On April 3, 1964, Malcolm X delivered his iconic speech The Ballot or the Bulletin Cleveland, Ohio (King, 231). The speech was about his opinion on the treatment of African Americans by the whites in the United States. Malcolm uses logos, ethos, and pathos throughout his speech which apparently excites his audience and enables him to get his points across. Repetition of the words "the ballot or the bullet" is evident throughout the speech and captures the attention of the listener. The rhetorical appeal of ethos can be seen in the statement's introductory comments where Malcolm introduces himself to the audience as a Muslim who follows the Islamic religion. Also, Malcolm uses pathos from the onset of his speech to the end. The first pathos is evident when he talks about the white man's actions. In additional, Malcolm uses logos commonly known as logical proofs. The technique is obvious when he speaks about the country's progress in the last ten years in his statement that they are not far up as they were in 1954 but are far much behind.
Martin Luther King is famous for his eloquence in speech delivery. In his famous speech, I have a dream which he delivered in Washington DC in March 1963 demonstrates his power with spoken words (King, 231). Over the course of his address, King uses several rhetoric devices. Repetition of the keywords and phrases is evident such as "I have a dream" which reinforces his future visions, a dream of racial equality. King also uses metaphors to create an image in the mind of the listener and beautify his language (Zarefsky, 230). His metaphors are not only well crafted but also powerful. For example, the metaphor of the mountain of despair illuminates the struggles of the African Americans in quest of civil rights who like a prospector will dig deep into the rock to attain liberty. Additionally, Martin Luther King uses parallel phrasing to create the rhythm to create a spectacle for the listeners.
Barack Obama’s speech on race on March 18, 2008, portrays him an orator who is willing to speak about racial issues publicly that are often overlooked (King, 233).
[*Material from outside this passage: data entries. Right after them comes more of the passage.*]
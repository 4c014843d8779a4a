/**
 * The first three of the seven rules of the book (the others: `rules-of-the-chain.test.ts`), attacked with SQL: as the role that the program runs as, and where the rule
 * holds for the owner of the tables too, as the owner. The states GW001 and on are those of the migrations; 42501 is
 * PostgreSQL's "insufficient privilege", 23505 and 23514 its broken unique key and check.
 */
import { afterAll, beforeAll, beforeEach, describe, expect, it } from 'vitest';
import { z } from 'zod';
import type { MassVector } from '../../shared/mass/vector.ts';
import type { TestDatabase } from '../support/database.ts';
import { createTestDatabase } from '../support/database.ts';
import { RawBook, refusal } from '../support/raw-book.ts';

const NO_PRIVILEGE = '42501';
/** Less gross than nothing is also less than the fine metal in it: either check may speak first. */
const BELOW_NOTHING = /^23514 place_(never_below_nothing|fine_within_gross)$/;
const G = 1_000_000n;
/** 20 g with 9 g of precious metal in it. */
const STOCK = { gross: 20n * G, gold: 7n * G, silver: 1n * G, platinum: 500_000n, palladium: 500_000n };

let db: TestDatabase;
let book: RawBook;
beforeAll(async () => {
  db = await createTestDatabase();
  await openWith(STOCK);
});
afterAll(() => db.drop());

/** A workshop of its own, with this in its safe. */
const openWith = async (mass: Partial<MassVector>) => {
  book = await RawBook.open(db);
  await book.post([book.move(book.supplier, book.safe, mass)]);
};

/** A statement by itself, as a role inside the workshop's wall. */
const attack = (role: 'owner' | 'app', sql: string, bind: readonly unknown[] = []) =>
  refusal(book.as(role, (query) => query(sql, bind)));

const head = z.object({ sequence: z.string(), hash: z.string() });
const headNow = async () =>
  head.parse((await book.as('app', (sql) => sql('SELECT sequence::text, hash FROM workshop_head')))[0]);

describe('rule 1: a voucher has at least two entries, which sum to zero in all five masses', () => {
  it.each(['gross', 'gold', 'silver', 'platinum', 'palladium'] as const)(
    'one microgram of %s too many is refused',
    async (mass) => {
      const before = await headNow();
      const one = book.voucher('transfer', [
        { account: book.safe, lot: book.lot, mass: { gross: -G, gold: -10n, [mass]: -9n } },
        { account: book.bench, lot: book.lot, mass: { gross: G, gold: 10n, [mass]: 10n } },
      ]);
      expect(await refusal(book.post([one]))).toBe('GW001');
      expect(await headNow()).toEqual(before);
    },
  );

  it('no entry and one entry are refused, even one of nothing', async () => {
    expect(await refusal(book.post([book.voucher('transfer', [])]))).toBe('GW001');
    const nothing = book.voucher('transfer', [{ account: book.safe, lot: book.lot, mass: {} }]);
    expect(await refusal(book.post([nothing]))).toBe('GW001');
  });

  it('two vouchers that balance only together are refused', async () => {
    const half = (mass: bigint) =>
      book.voucher('transfer', [
        { account: book.safe, lot: book.lot, mass: { gross: mass } },
        { account: book.bench, lot: book.lot, mass: {} },
      ]);
    expect(await refusal(book.post([half(-G), half(G)]))).toBe('GW001');
    const { sequence } = await headNow();
    const both = `INSERT INTO entry (workshop_id, voucher_sequence, line, account_id, lot_id, business_date, gross_ug, gold_ug, silver_ug, platinum_ug, palladium_ug)
      SELECT $1::uuid, n, 100 + line, $2::uuid, $3::uuid, '2026-04-01', CASE WHEN n = $4::bigint THEN 1 ELSE -1 END, 0, 0, 0, 0
      FROM generate_series($4::bigint - 1, $4::bigint) n, generate_series(1, 2) line`;
    expect(await attack('owner', both, [book.workshop_id, book.safe, book.lot, sequence])).toBe('GW001');
  });

  it('an act carries no entries', async () => {
    const act = {
      ...book.move(book.safe, book.bench, { gross: G }),
      kind: 'test_recorded',
    };
    expect(await refusal(book.post([act]))).toBe('GW001');
  });

  it('the program’s role writes neither records nor entries nor holdings but through post_records', async () => {
    for (const table of [
      'record',
      'entry',
      'holding',
      'job_holding',
      'account',
      'lot',
      'lot_parent',
      'period',
    ])
      expect([table, await attack('app', `INSERT INTO ${table} SELECT * FROM ${table}`)]).toEqual([
        table,
        NO_PRIVILEGE,
      ]);
  });
});

describe('rule 2: records and entries are never changed or removed', () => {
  const CHANGES = [
    "UPDATE record SET note = 'mended'",
    'UPDATE entry SET gross_ug = gross_ug',
    'DELETE FROM record',
    'DELETE FROM entry',
    'TRUNCATE entry',
    'TRUNCATE record CASCADE',
    'INSERT INTO record SELECT * FROM record ON CONFLICT (workshop_id, sequence) DO UPDATE SET note = $$x$$',
  ];

  it.each(CHANGES)('the program’s role: %s', async (sql) => {
    expect(await attack('app', sql)).toBe(NO_PRIVILEGE);
  });

  it.each([...CHANGES, 'TRUNCATE workshop CASCADE'])('the owner of the tables too: %s', async (sql) => {
    expect(await attack('owner', sql)).toBe('GW002');
  });

  it('the program’s role changes no balance by hand', async () => {
    for (const table of ['holding', 'job_holding', 'workshop_head', 'period', 'account', 'lot'])
      for (const sql of [
        `DELETE FROM ${table}`,
        `TRUNCATE ${table}`,
        `UPDATE ${table} SET workshop_id = workshop_id`,
      ])
        expect([sql, await attack('app', sql)]).toEqual([sql, NO_PRIVILEGE]);
  });

  it('a reversal is the exact mirror image of a voucher, and there is one only', async () => {
    await book.post([book.move(book.safe, book.bench, { gross: 3n * G, gold: G })]);
    const issue = book.move(book.safe, book.bench, { gross: 2n * G, gold: G });
    await book.post([issue]);
    const back = (gold: bigint) => ({
      ...book.move(book.bench, book.safe, { gross: 2n * G, gold }),
      kind: 'reversal',
      reverses: issue.id,
    });
    const mirror = () => {
      const { entries, ...rest } = back(G);
      // The mirror keeps the lines in their order, with the signs turned.
      return { ...rest, entries: [...entries].reverse().map((e, i) => ({ ...e, line: String(i + 1) })) };
    };
    expect(await refusal(book.post([back(G - 1n)]))).toBe('GW004');
    expect(await refusal(book.post([mirror()]))).toBe('nothing refused');
    expect(await refusal(book.post([mirror()]))).toBe('23505 record_reversed_once');
  });

  it('nothing reverses an act, a reversal, or what is not there', async () => {
    const act = book.act('test_recorded', {});
    await book.post([act]);
    const reverse = (reverses: string) => ({
      ...book.move(book.supplier, book.safe, { gross: G }),
      kind: 'reversal',
      reverses,
    });
    expect(await refusal(book.post([reverse(act.id)]))).toBe('GW004');
    expect(await refusal(book.post([reverse(book.lot)]))).toMatch(/^(GW004|23503)/);
    const named = { ...book.move(book.supplier, book.safe, { gross: G }), reverses: act.id };
    expect(await refusal(book.post([named]))).toMatch(/^23514/);
  });
});

describe('rule 3: no place ever holds less than nothing', () => {
  beforeEach(() => openWith(STOCK));

  it.each(['gross', 'gold', 'silver', 'platinum', 'palladium'] as const)(
    'one microgram of %s more than is there is refused',
    async (mass) => {
      const most = { ...STOCK, [mass]: STOCK[mass] + 1n };
      expect(await refusal(book.post([book.move(book.safe, book.bench, most)]))).toMatch(BELOW_NOTHING);
      expect(await refusal(book.post([book.move(book.safe, book.bench, STOCK)]))).toBe('nothing refused');
    },
  );

  it('not for a moment either: what is put back in the same transaction doesn’t help', async () => {
    await openWith({ gross: 10n * G });
    const out = book.move(book.safe, book.bench, { gross: 11n * G });
    const back = book.move(book.bench, book.safe, { gross: 11n * G });
    expect(await refusal(book.post([out, back]))).toMatch(BELOW_NOTHING);
  });

  it('a place holds no more precious metal than gross, and no pieces below nothing', async () => {
    const finer = book.move(book.supplier, book.bench, { gross: G, gold: G, silver: 1n });
    expect(await refusal(book.post([finer]))).toBe('23514 place_fine_within_gross');
    const pieces = book.voucher('transfer', [
      { account: book.safe, lot: book.lot, mass: { gross: -G }, pieces: -1n },
      { account: book.bench, lot: book.lot, mass: { gross: G }, pieces: 1n },
    ]);
    expect(await refusal(book.post([pieces]))).toBe('23514 place_never_below_nothing');
  });

  it('a voucher dated back is refused where a later day’s closing would fall below nothing, with the earliest date that does', async () => {
    await openWith({ gross: 10n * G });
    // 10 g since 1 April; 8 g out on the 10th, 8 g back on the 20th. 3 g out on the 5th would leave −1 g on the 10th.
    await book.post([
      book.move(book.safe, book.bench, { gross: 8n * G }, '2026-04-10'),
      book.move(book.bench, book.safe, { gross: 8n * G }, '2026-04-20'),
    ]);
    const back = (day: string, gross: bigint) =>
      book.post([book.move(book.safe, book.bench, { gross: gross * G }, day)]);
    expect(await refusal(back('2026-04-05', 3n))).toBe('GW003');
    await expect(back('2026-04-05', 3n)).rejects.toHaveProperty(
      'detail',
      expect.stringContaining('"earliest": "2026-04-20"'),
    );
    expect(await refusal(back('2026-04-05', 2n))).toBe('nothing refused');
    expect(await refusal(back('2026-04-20', 3n))).toBe('nothing refused');
  });

  it('outside, a supplier’s account goes below nothing: what came in is negative', async () => {
    const rows = await book.as('app', (sql) =>
      sql('SELECT gross_ug::text FROM holding WHERE account_id = $1', [book.supplier]),
    );
    expect(rows).toEqual([{ gross_ug: '-20000000' }]);
  });

  it('of many who take the same last gram at once, one has it', async () => {
    const takers = await Promise.all(
      Array.from({ length: 8 }, () => refusal(book.post([book.move(book.safe, book.bench, STOCK)]))),
    );
    expect(takers.filter((t) => t === 'nothing refused')).toHaveLength(1);
    expect(takers.filter((t) => BELOW_NOTHING.test(t))).toHaveLength(7);
  });
});
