describe('rule 4: records are numbered without a gap, each with the hash of the one before', () => {
  beforeEach(() => openWith(STOCK));

  const row = z.object({
    sequence: z.string(),
    line: z.string(),
    previous_hash: z.string(),
    hash: z.string(),
    recorded_at: z.string(),
  });
  const chain = async () =>
    z
      .array(row)
      .parse(
        await book.as('app', (sql) =>
          sql(
            'SELECT sequence::text, line, previous_hash, hash, recorded_at::text FROM record ORDER BY record.sequence',
          ),
        ),
      );

  it('holds for posts that come together, and for those that are refused between them', async () => {
    const bad = book.move(book.safe, book.bench, { gross: 99n * G });
    await Promise.all(
      Array.from({ length: 12 }, (_, n) =>
        n % 3 === 0
          ? refusal(book.post([book.act('test_recorded', {}), bad]))
          : book.post([book.act('test_recorded', {}), book.move(book.safe, book.bench, { gross: 1n })]),
      ),
    );
    const records = await chain();
    // 6 acts and the receipt at the start, and 8 posts of two records.
    expect(records.map((record) => record.sequence)).toEqual(
      Array.from({ length: 23 }, (_, n) => String(n + 1)),
    );
    let prior = '0'.repeat(64);
    let moment = '';
    for (const record of records) {
      expect(record.previous_hash).toBe(prior);
      expect(createHash('sha256').update(record.line, 'utf8').digest('hex')).toBe(record.hash);
      expect(record.recorded_at >= moment).toBe(true);
      prior = record.hash;
      moment = record.recorded_at;
    }
    expect(await headNow()).toEqual({ sequence: '23', hash: prior });
  });

  it('a line that brings its own number, time or hash is refused', async () => {
    const { head, middle } = recordLineParts(book.act('test_recorded', {}));
    const smuggled = [
      { head: `${head}"sequence":"99",`, middle },
      { head, middle: `${middle}"sequence":"99",` },
      { head, middle: `${middle}"previous_hash":"${'0'.repeat(64)}",` },
      { head, middle: `${middle}"recorded_at":"2001-01-01T00:00:00.000Z",` },
      { head: head.replace('"note":null', '"sequence":"99"'), middle },
      { head: head.replace('"note":null', '"kind":"dossier_made"'), middle },
      { head: head.replace('"note":null,', ''), middle },
      { head: `${head}"more":null,`, middle },
    ];
    for (const parts of smuggled)
      expect([parts, await refusal(book.postParts([parts]))]).toEqual([parts, 'GW005']);
  });

  it('the head is moved by post_records alone, and nobody but a seed run by the owner hands in a time', async () => {
    expect(await attack('app', 'UPDATE workshop_head SET sequence = 0')).toBe(NO_PRIVILEGE);
    expect(await attack('app', "SELECT post_records('[]', '[]', '2001-01-01')")).toBe('GW007');
    expect(await attack('owner', "SELECT post_records('[]', '[]', '2001-01-01')")).toBe('nothing refused');
  });

  it('time never runs against the numbers, even where a seed hands in an earlier one', async () => {
    const parts = JSON.stringify([recordLineParts(book.act('test_recorded', {}))]);
    await book.as('owner', (sql) => sql("SELECT post_records($1::jsonb, '[]', '2001-01-01')", [parts]));
    const records = await chain();
    expect(records.at(-1)?.recorded_at).toBe(records.at(-2)?.recorded_at);
  });

  it('no record takes a number that is taken', async () => {
    const again = 'INSERT INTO record SELECT * FROM record ORDER BY sequence LIMIT 1';
    expect(await attack('owner', again)).toBe('23505 record_pkey');
  });
});
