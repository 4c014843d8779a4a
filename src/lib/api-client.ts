/**
 * Talking to the server: JSON, the header that other sites can't send, one refresh of the session when it has run
 * out, answers checked against their schema. Nothing is asserted about what came back.
 */
import { z } from '../../shared/schemas/zod.ts';

const problem = z.object({
  type: z.string(),
  title: z.string(),
  status: z.number(),
  detail: z.string(),
  errors: z.array(z.object({ field: z.string().nullable(), sentence: z.string() })).default([]),
  error_id: z.string().optional(),
});

/** A refusal of the server, with its sentences by field. */
export class ApiProblem extends Error {
  readonly code: string;
  readonly status: number;
  readonly errors: readonly { readonly field: string | null; readonly sentence: string }[];

  constructor(read: z.output<typeof problem>) {
    super(read.detail);
    this.code = read.type.replace('/problems/', '');
    this.status = read.status;
    this.errors = read.errors;
  }

  /** Whether the server decided against it; otherwise it may have been recorded before something failed. */
  get isRefusal(): boolean {
    return this.status < 500;
  }
}

/** The server could not be reached: what was typed is kept, and the same request may be sent again. */
export class OfflineError extends Error {
  constructor() {
    super('No connection. What you typed is kept here and sent once.');
  }
}

type Method = 'GET' | 'POST' | 'PUT' | 'DELETE';

export interface SendOptions {
  readonly body?: unknown;
  readonly key?: string;
}

const BASE = '/api/v1';

let opened_as: string | null = null;

/**
 * Names the person that this page was opened as, in every request from now on: where another tab has signed somebody
 * else in, the server refuses instead of acting as the wrong one. Null before a sign-in.
 */
export function speakAs(person_id: string | null): void {
  opened_as = person_id;
}

/** Asks for something; the answer is parsed by its schema. Throws ApiProblem and OfflineError. */
export async function get<T>(path: string, schema: z.ZodType<T>): Promise<T> {
  return schema.parse(await send('GET', path));
}

/** Sends a write and gives its JSON, or null where there is none. */
export async function send(method: Method, path: string, options: SendOptions = {}): Promise<unknown> {
  let response = await attempt(method, path, options);
  if (response.status === 401 && path !== '/session' && (await refresh()))
    response = await attempt(method, path, options);
  if (response.status === 401 && path === '/session' && method === 'GET' && (await refresh())) {
    response = await attempt(method, path, options);
  }
  if (response.status === 204) return null;
  const text = await response.text();
  if (response.ok) return text === '' ? null : JSON.parse(text);
  throw new ApiProblem(readProblem(text, response.status));
}

function readProblem(text: string, status: number): z.output<typeof problem> {
  try {
    return problem.parse(JSON.parse(text));
  } catch {
    const detail =
      'The server did not answer as it should. What you typed is kept; send it again, it is recorded once.';
    return { type: '/problems/unavailable', title: '', status, detail, errors: [] };
  }
}

async function attempt(method: Method, path: string, { body, key }: SendOptions): Promise<Response> {
  const headers = new Headers({ Accept: 'application/json' });
  if (method !== 'GET') headers.set('X-Grainward', '1');
  if (opened_as !== null) headers.set('X-Grainward-Person', opened_as);
  if (key !== undefined) headers.set('Idempotency-Key', key);
  if (body !== undefined && !(body instanceof FormData)) headers.set('Content-Type', 'application/json');
  const payload = body === undefined ? null : body instanceof FormData ? body : JSON.stringify(body);
  try {
    return await fetch(`${BASE}${path}`, { method, headers, body: payload, credentials: 'same-origin' });
  } catch {
    throw new OfflineError();
  }
}

let refreshing: Promise<boolean> | null = null;

/** One refresh at a time, however many requests wait for it. */
function refresh(): Promise<boolean> {
  refreshing ??= attempt('POST', '/session/refresh', {})
    .then((response) => response.ok)
    .catch(() => false)
    .finally(() => {
      refreshing = null;
    });
  return refreshing;
}
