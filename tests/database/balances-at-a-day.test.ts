/**
 * Balances at a past day come from snapshots: they must equal the full sum of the entries at every day, whatever was
 * posted, dated back or asked for between, and must not read the entries again.
 */
import fc from 'fast-check';
import { afterAll, beforeAll, describe, expect, it } from 'vitest';
import type { TestDatabase } from '../support/database.ts';
import { createTestDatabase } from '../support/database.ts';
import type { Sql } from '../support/raw-book.ts';
import { RawBook, refusal } from '../support/raw-book.ts';

const G = 1_000_000n;
const MASSES = ['gross_ug', 'gold_ug', 'silver_ug', 'platinum_ug', 'palladium_ug'];
const DAYS = ['2025-12-31', '2026-01-01', '2026-01-31', '2026-02-01', '2026-02-14', '2026-04-30'] as const;

let db: TestDatabase;
beforeAll(async () => {
  db = await createTestDatabase();
});
afterAll(() => db.drop());

const columns = MASSES.map((m) => `${m}::text`).join(', ');
const sums = MASSES.map((m) => `sum(${m})::text AS ${m}`).join(', ');

const bySnapshot = (book: RawBook, day: string) => book.as('app', (sql) => snapshot(sql, day));

const snapshot = (sql: Sql, day: string) =>
  sql(`SELECT account_id, lot_id, ${columns} FROM balances_at($1) ORDER BY 1, 2`, [day]);

const fullSum = (sql: Sql, day: string) =>
  sql(
    `SELECT e.account_id, e.lot_id, ${sums} FROM entry e JOIN account a ON a.id = e.account_id AND a.workshop_id = e.workshop_id
      WHERE is_place(a.kind) AND e.business_date <= $1 GROUP BY 1, 2 HAVING ${MASSES.map((m) => `sum(${m}) <> 0`).join(' OR ')} ORDER BY 1, 2`,
    [day],
  );

const agree = (book: RawBook, days: readonly string[]) =>
  book.as('app', async (sql) => {
    for (const day of days) expect(await snapshot(sql, day)).toEqual(await fullSum(sql, day));
  });

describe('balances at the end of a day', () => {
  it('equal the sum of all entries, through any order of posting, dating back and asking', async () => {
    const step = fc.record({
      do: fc.constantFrom('receive', 'issue', 'return', 'ask'),
      day: fc.constantFrom(...DAYS),
      grams: fc.bigInt({ min: 1n, max: 5n }),
    });
    await fc.assert(
      fc.asyncProperty(fc.array(step, { minLength: 4, maxLength: 9 }), async (steps) => {
        const book = await RawBook.open(db);
        for (const { do: what, day, grams } of steps) {
          const mass = { gross: grams * G, gold: grams * 700_000n };
          if (what === 'receive') await book.post([book.move(book.supplier, book.safe, mass, day)]);
          // What is not there on that day is refused, which is part of any order.
          if (what === 'issue') await refusal(book.post([book.move(book.safe, book.bench, mass, day)]));
          if (what === 'return') await refusal(book.post([book.move(book.bench, book.safe, mass, day)]));
          if (what === 'ask') await agree(book, [day]);
        }
        await agree(book, DAYS);
      }),
      { numRuns: 6 },
    );
  }, 90_000);

  it('reads no entry where nothing was posted since the last question, and only the new ones else', async () => {
    const book = await RawBook.open(db);
    for (const day of DAYS) await book.post([book.move(book.supplier, book.safe, { gross: G }, day)]);
    await bySnapshot(book, '2026-02-14');
    const entriesRead = () =>
      book.as('owner', async (sql) => {
        await sql("SELECT * FROM balances_at('2026-02-14')");
        const [row] = await sql(
          "SELECT (seq_tup_read + idx_tup_fetch)::int AS read FROM pg_stat_xact_user_tables WHERE relname = 'entry'",
        );
        return row?.['read'];
      });
    expect(await entriesRead()).toBe(0);
    await book.post([book.move(book.safe, book.bench, { gross: G }, '2026-04-30')]);
    // Two entries, each looked at for its day and for its sums.
    expect(await entriesRead()).toBeLessThanOrEqual(4);
  });

  it('a voucher dated back shows in the months after it', async () => {
    const book = await RawBook.open(db);
    const gross = async (day: string) => (await bySnapshot(book, day)).map((row) => row['gross_ug']);
    await book.post([book.move(book.supplier, book.safe, { gross: 5n * G }, '2026-03-10')]);
    expect([await gross('2026-02-28'), await gross('2026-03-31'), await gross('2026-04-01')]).toEqual([
      [],
      ['5000000'],
      ['5000000'],
    ]);
    await book.post([book.move(book.supplier, book.safe, { gross: 2n * G }, '2026-02-28')]);
    expect([await gross('2026-02-27'), await gross('2026-02-28'), await gross('2026-04-01')]).toEqual([
      [],
      ['2000000'],
      ['7000000'],
    ]);
  });

  it('are of one’s own workshop only, and nobody writes them by hand', async () => {
    const [ours, theirs] = [await RawBook.open(db), await RawBook.open(db)];
    await ours.post([ours.move(ours.supplier, ours.safe, { gross: G })]);
    expect(await bySnapshot(theirs, '2026-04-01')).toEqual([]);
    for (const table of ['balance_day', 'balance_month', 'balance_month_made', 'balance_roll'])
      for (const sql of [`DELETE FROM ${table}`, `INSERT INTO ${table} SELECT * FROM ${table}`])
        expect(await refusal(ours.as('app', (run) => run(sql)))).toBe('42501');
    expect(await refusal(ours.as('app', (run) => run('SELECT roll_balances()')))).toBe('42501');
  });
});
He effectively uses rhetorical strategies to deliver his points. The effectiveness of his speech is grounded on four rhetoric strategies that include his resonance for parallel constructions, a power of allusion along with its patriotic associations, the two-ness of the texture as well as his prowess in including himself as a character in the narrative. Through parallelism, Obama makes the meaning more memorable. An example of parallelism is when he says that they are embracing their past burdens without becoming former victims. The persuasion methods of the three leaders have some similarities and differences. They all use the repetition of key phrases and words to capture the listener’s attention. King and Obama also use parallelism and allusions to a great extent in their speeches. However, King uses more rhetoric strategies than Obama and Malcolm, and this makes his statements unique. Malcolm uses logical proofs more than the other two.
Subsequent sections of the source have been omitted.